Because I can't cut metric threads on my SB 9A (yet but I'm working on that), I decided as an exercise to make a new support column and T-nut. I cut 1/2"-13 threads on both ends and threaded the clamping handle as well and made the thick washer for the handle to bear on. The only problem I have now is that I keep reaching for the spanner to adjust my toolpost!

You can also see I've added a smaller clamping handle to my carriage lock as well.


----------



## Andre (Dec 17, 2014)

I like the handle, much nicer than a cutoff wrench stuck on there like my lathe came with. (Never butcher a good wrench!)


----------



## Fabrickator (Dec 17, 2014)

Good Idea.  I've seen a lot of handles, most of which look great and provide good torque (I'm still using my wrench).  What I like about yours (and a wrench) is the fact that you can move it out of the way if needed.


----------



## pjf134 (Dec 17, 2014)

I also made a t-nut and stem to fit good in the compound, but still use a adjustable wrench to move it.
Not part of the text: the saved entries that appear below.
//! `capacity` and `airport_capacity`: when sectors are open, and the limits of sectors and airports.

use crate::tables::findings::Findings;
use crate::tables::row::Column;
use crate::tables::rows::{Rows, wire_time};
use crate::tables::table_file::TableFile;
use rimeshift_proto::v1::{AirportCapacity, Capacity};

const FROM: Column = Column::value(1, "from");
const UNTIL: Column = Column::value(2, "until");

const SECTOR: Column = Column::text(0, "sector");
const ENTRIES: Column = Column::value(3, "entries_per_hour").optional();
const OCCUPANCY: Column = Column::value(4, "occupancy_limit").optional();
const LASTING: Column = Column::value(5, "occupancy_lasting").optional();
const LEVEL_CHANGES: Column = Column::value(6, "level_changes_per_hour").optional();

const AIRPORT: Column = Column::text(0, "airport");
const ARRIVALS: Column = Column::value(3, "arrivals_per_hour").optional();
const DEPARTURES: Column = Column::value(4, "departures_per_hour").optional();

/// Reads `capacity`.
pub(super) fn read_sectors(file: Option<TableFile>, findings: &mut Findings) -> Rows<Capacity> {
    let layout = [SECTOR, FROM, UNTIL, ENTRIES, OCCUPANCY, LASTING, LEVEL_CHANGES];
    Rows::read(file, &layout, findings, |row| Capacity {
        sector: row.text(SECTOR).to_owned(),
        from: Some(wire_time(row.time(FROM))),
        until: Some(wire_time(row.time(UNTIL))),
        entries_per_hour: row.optional_number(ENTRIES),
        occupancy_limit: row.optional_number(OCCUPANCY),
        occupancy_lasting: row.optional_number(LASTING),
        level_changes_per_hour: row.optional_number(LEVEL_CHANGES),
    })
}

/// Reads `airport_capacity`.
pub(super) fn read_airports(
    file: Option<TableFile>,
    findings: &mut Findings,
) -> Rows<AirportCapacity> {
    let layout = [AIRPORT, FROM, UNTIL, ARRIVALS, DEPARTURES];
    Rows::read(file, &layout, findings, |row| AirportCapacity {
        airport: row.text(AIRPORT).to_owned(),
        from: Some(wire_time(row.time(FROM))),
        until: Some(wire_time(row.time(UNTIL))),
        arrivals_per_hour: row.optional_number(ARRIVALS),
        departures_per_hour: row.optional_number(DEPARTURES),
    })
}
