//! `background` and `flows`: traffic known only as counts.

use crate::tables::findings::Findings;
use crate::tables::row::Column;
use crate::tables::rows::{Rows, feet, wire_time};
use crate::tables::table_file::TableFile;
use rimeshift_proto::v1::{Background, Flow};

const SECTOR: Column = Column::text(0, "sector");
const FROM: Column = Column::value(1, "from");
const UNTIL: Column = Column::value(2, "until");
const AIRCRAFT: Column = Column::value(3, "aircraft");
const LEVEL: Column = Column::value(4, "level_fl").optional();
const ENTRIES: Column = Column::value(5, "entries").optional();

const FROM_SECTOR: Column = Column::text(0, "from_sector");
const FROM_LEVEL: Column = Column::value(1, "from_level_fl");
const TO_SECTOR: Column = Column::text(2, "to_sector");
const TO_LEVEL: Column = Column::value(3, "to_level_fl");
const FLOW_FROM: Column = Column::value(4, "from");
const FLOW_UNTIL: Column = Column::value(5, "until");
const FLOW_AIRCRAFT: Column = Column::value(6, "aircraft");

/// Reads `background`.
pub(super) fn read_background(
    file: Option<TableFile>,
    findings: &mut Findings,
) -> Rows<Background> {
    let layout = [SECTOR, FROM, UNTIL, AIRCRAFT, LEVEL, ENTRIES];
    Rows::read(file, &layout, findings, |row| Background {
        sector: row.text(SECTOR).to_owned(),
        from: Some(wire_time(row.time(FROM))),
        until: Some(wire_time(row.time(UNTIL))),
        aircraft: Some(row.number_of(AIRCRAFT)),
        level_ft: row.optional_number(LEVEL).map(feet),
        entries: row.optional_number(ENTRIES),
    })
}

/// Reads `flows`.
pub(super) fn read_flows(file: Option<TableFile>, findings: &mut Findings) -> Rows<Flow> {
    let layout =
        [FROM_SECTOR, FROM_LEVEL, TO_SECTOR, TO_LEVEL, FLOW_FROM, FLOW_UNTIL, FLOW_AIRCRAFT];
    Rows::read(file, &layout, findings, |row| Flow {
        from_sector: row.text(FROM_SECTOR).to_owned(),
        from_level_ft: Some(feet(row.number_of(FROM_LEVEL))),
        to_sector: row.text(TO_SECTOR).to_owned(),
        to_level_ft: Some(feet(row.number_of(TO_LEVEL))),
        from: Some(wire_time(row.time(FLOW_FROM))),
        until: Some(wire_time(row.time(FLOW_UNTIL))),
        aircraft: Some(row.number_of(FLOW_AIRCRAFT)),
    })
}
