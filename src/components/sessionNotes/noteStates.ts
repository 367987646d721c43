import type { NoteState } from '@shared/sessionNotes.ts'

export const noteStateLabels: Record<NoteState, string> = {
  draft: 'Draft',
  awaiting_countersignature: 'Waits for countersignature',
  signed: 'Signed',
}

export const noteStateTone = (state: NoteState) =>
  (({ draft: 'pollen', awaiting_countersignature: 'rain', signed: 'leaf' }) as const)[state]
It looks like you made the t-nut on the lathe with a 4 jaw chuck.
Paul


----------



## gramps1951 (Dec 20, 2014)

Andre said:


> I like the handle, much nicer than a cutoff wrench stuck on there like my lathe came with. (Never butcher a good wrench!)



I made a new support shaft and t-nut also in 1/2-13. Then I machined (on lathe and Atlas MFC Mill) a new nut thick washer combo with the nut sized to match my tailstock wrench. Now one wrench for two jobs and always close at hand.

Mike from Canada


----------